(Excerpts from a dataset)
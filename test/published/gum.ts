/** JCGM 100:2008 (GUM): 4.4.3, G.4.1, and the prediction of H.3. Inputs found in libraries' documentation. */
import {
  combinedUncertainty,
  coverageFactor,
  effectiveDof,
  type TypeA,
  typeA,
} from "../../src/core/uncertainty";
import type { PublishedSet } from "./published-value";

/** H.3 at 30 °C, 10 °C from where the line is anchored; all digits recomputed. */
const line = { u: [0.00287759784, 0.00066793877], sensitivities: [undefined, 10], r: -0.9304296 };

/** G.4.1, a product of three quantities: relative uncertainties in percent. */
const product = { u: [0.25, 0.57, 0.82], dof: [9, 4, 14] };

const uOfProduct = (): number => combinedUncertainty(product.u) as number;
const dofOfProduct = (): number => effectiveDof(product.u, product.dof) as number;

/** 4.4.3, twenty readings of a temperature in °C. */
// biome-ignore format: as printed, bin after bin
const twenty = [
  96.9, 98.18, 98.25, 98.61, 99.03, 99.49, 99.56, 99.74, 99.89, 100.07, 100.33, 100.42,
  100.68, 100.95, 101.11, 101.2, 101.57, 101.84, 102.36, 102.72,
];

const ofTwenty = (): TypeA => typeA(twenty) as TypeA;

export const gumSets: readonly PublishedSet[] = [
  {
    source: "JCGM 100:2008 (GUM), H.3: the correction predicted at 30 °C from its printed summary",
    origin: "print",
    compared: "standard uncertainty",
    values: [
      {
        what: "with r = −0.930",
        unit: "°C",
        published: 0.0041,
        decimals: 4,
        ours: () =>
          combinedUncertainty(line.u, line.sensitivities, [
            [1, line.r],
            [line.r, 1],
          ]),
      },
    ],
  },
  {
    source: "JCGM 100:2008 (GUM), H.3 with all digits (recomputed)",
    origin: "computed",
    compared: "standard uncertainty",
    values: [
      {
        what: "b(30 °C) with r = −0.9304296",
        unit: "°C",
        published: 0.00413859575,
        decimals: 11,
        tolerance: 1e-9,
        ours: () =>
          combinedUncertainty(line.u, line.sensitivities, [
            [1, line.r],
            [line.r, 1],
          ]),
      },
      {
        what: "b(30 °C) as if they were not correlated",
        unit: "°C",
        published: 0.00727,
        decimals: 5,
        ours: () => combinedUncertainty(line.u, line.sensitivities),
      },
    ],
  },
  {
    source: "JCGM 100:2008 (GUM), G.4.1, a product of three quantities",
    origin: "memory",
    compared: "relative uncertainties in percent; the GUM goes on with its rounded 1.03 %",
    values: [
      { what: "combined", unit: "%", published: 1.03, decimals: 2, ours: uOfProduct },
      { what: "effective degrees of freedom", unit: "", published: 19, decimals: 1, ours: dofOfProduct },
      {
        what: "t95, degrees of freedom from the rounded 1.03 %",
        unit: "",
        published: 2.09,
        decimals: 2,
        ours: () => coverageFactor(dofOfProduct() * (1.03 / uOfProduct()) ** 4, 0.95),
      },
      {
        what: "U95",
        unit: "%",
        published: 2.2,
        decimals: 1,
        ours: () => (coverageFactor(dofOfProduct(), 0.95) as number) * uOfProduct(),
      },
    ],
  },
  {
    source: "JCGM 100:2008 (GUM), 4.4.3, twenty readings of a temperature",
    origin: "memory",
    compared: "type A evaluation",
    values: [
      { what: "mean", unit: "°C", published: 100.145, decimals: 3, ours: () => ofTwenty().mean },
      { what: "standard deviation", unit: "°C", published: 1.489, decimals: 3, ours: () => ofTwenty().sd },
      { what: "u of the mean", unit: "°C", published: 0.333, decimals: 3, ours: () => ofTwenty().u },
    ],
  },
];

- **Problem requirements**: Nothing may be dropped or altered; repeat every record in full.

- **Finished exercise**:
filename test/published/gum.ts
/** JCGM 100:2008 (GUM): 4.4.3, G.4.1, and the prediction of H.3. Inputs found in libraries' documentation. */
import {
  combinedUncertainty,
  coverageFactor,
  effectiveDof,
  type TypeA,
  typeA,
} from "../../src/core/uncertainty";
import type { PublishedSet } from "./published-value";

/** H.3 at 30 °C, 10 °C from where the line is anchored; all digits recomputed. */
const line = { u: [0.00287759784, 0.00066793877], sensitivities: [undefined, 10], r: -0.9304296 };

/** G.4.1, a product of three quantities: relative uncertainties in percent. */
const product = { u: [0.25, 0.57, 0.82], dof: [9, 4, 14] };

const uOfProduct = (): number => combinedUncertainty(product.u) as number;
const dofOfProduct = (): number => effectiveDof(product.u, product.dof) as number;

/** 4.4.3, twenty readings of a temperature in °C. */
// biome-ignore format: as printed, bin after bin
const twenty = [
  96.9, 98.18, 98.25, 98.61, 99.03, 99.49, 99.56, 99.74, 99.89, 100.07, 100.33, 100.42,
  100.68, 100.95, 101.11, 101.2, 101.57, 101.84, 102.36, 102.72,
];

const ofTwenty = (): TypeA => typeA(twenty) as TypeA;

export const gumSets: readonly PublishedSet[] = [
  {
    source: "JCGM 100:2008 (GUM), H.3: the correction predicted at 30 °C from its printed summary",
    origin: "print",
    compared: "standard uncertainty",
    values: [
      {
        what: "with r = −0.930",
        unit: "°C",
        published: 0.0041,
        decimals: 4,
        ours: () =>
          combinedUncertainty(line.u, line.sensitivities, [
            [1, line.r],
            [line.r, 1],
          ]),
      },
    ],
  },
  {
    source: "JCGM 100:2008 (GUM), H.3 with all digits (recomputed)",
    origin: "computed",
    compared: "standard uncertainty",
    values: [
      {
        what: "b(30 °C) with r = −0.9304296",
        unit: "°C",
        published: 0.00413859575,
        decimals: 11,
        tolerance: 1e-9,
        ours: () =>
          combinedUncertainty(line.u, line.sensitivities, [
            [1, line.r],
            [line.r, 1],
          ]),
      },
      {
        what: "b(30 °C) as if they were not correlated",
        unit: "°C",
        published: 0.00727,
        decimals: 5,
        ours: () => combinedUncertainty(line.u, line.sensitivities),
      },
    ],
  },
  {
    source: "JCGM 100:2008 (GUM), G.4.1, a product of three quantities",
    origin: "memory",
    compared: "relative uncertainties in percent; the GUM goes on with its rounded 1.03 %",
    values: [
      { what: "combined", unit: "%", published: 1.03, decimals: 2, ours: uOfProduct },
      { what: "effective degrees of freedom", unit: "", published: 19, decimals: 1, ours: dofOfProduct },
      {
        what: "t95, degrees of freedom from the rounded 1.03 %",
        unit: "",
        published: 2.09,
        decimals: 2,
        ours: () => coverageFactor(dofOfProduct() * (1.03 / uOfProduct()) ** 4, 0.95),
      },
      {
        what: "U95",
        unit: "%",
        published: 2.2,
        decimals: 1,
        ours: () => (coverageFactor(dofOfProduct(), 0.95) as number) * uOfProduct(),
      },
    ],
  },
  {
    source: "JCGM 100:2008 (GUM), 4.4.3, twenty readings of a temperature",
    origin: "memory",
    compared: "type A evaluation",
    values: [
      { what: "mean", unit: "°C", published: 100.145, decimals: 3, ours: () => ofTwenty().mean },
      { what: "standard deviation", unit: "°C", published: 1.489, decimals: 3, ours: () => ofTwenty().sd },
      { what: "u of the mean", unit: "°C", published: 0.333, decimals: 3, ours: () => ofTwenty().u },
    ],
  },
];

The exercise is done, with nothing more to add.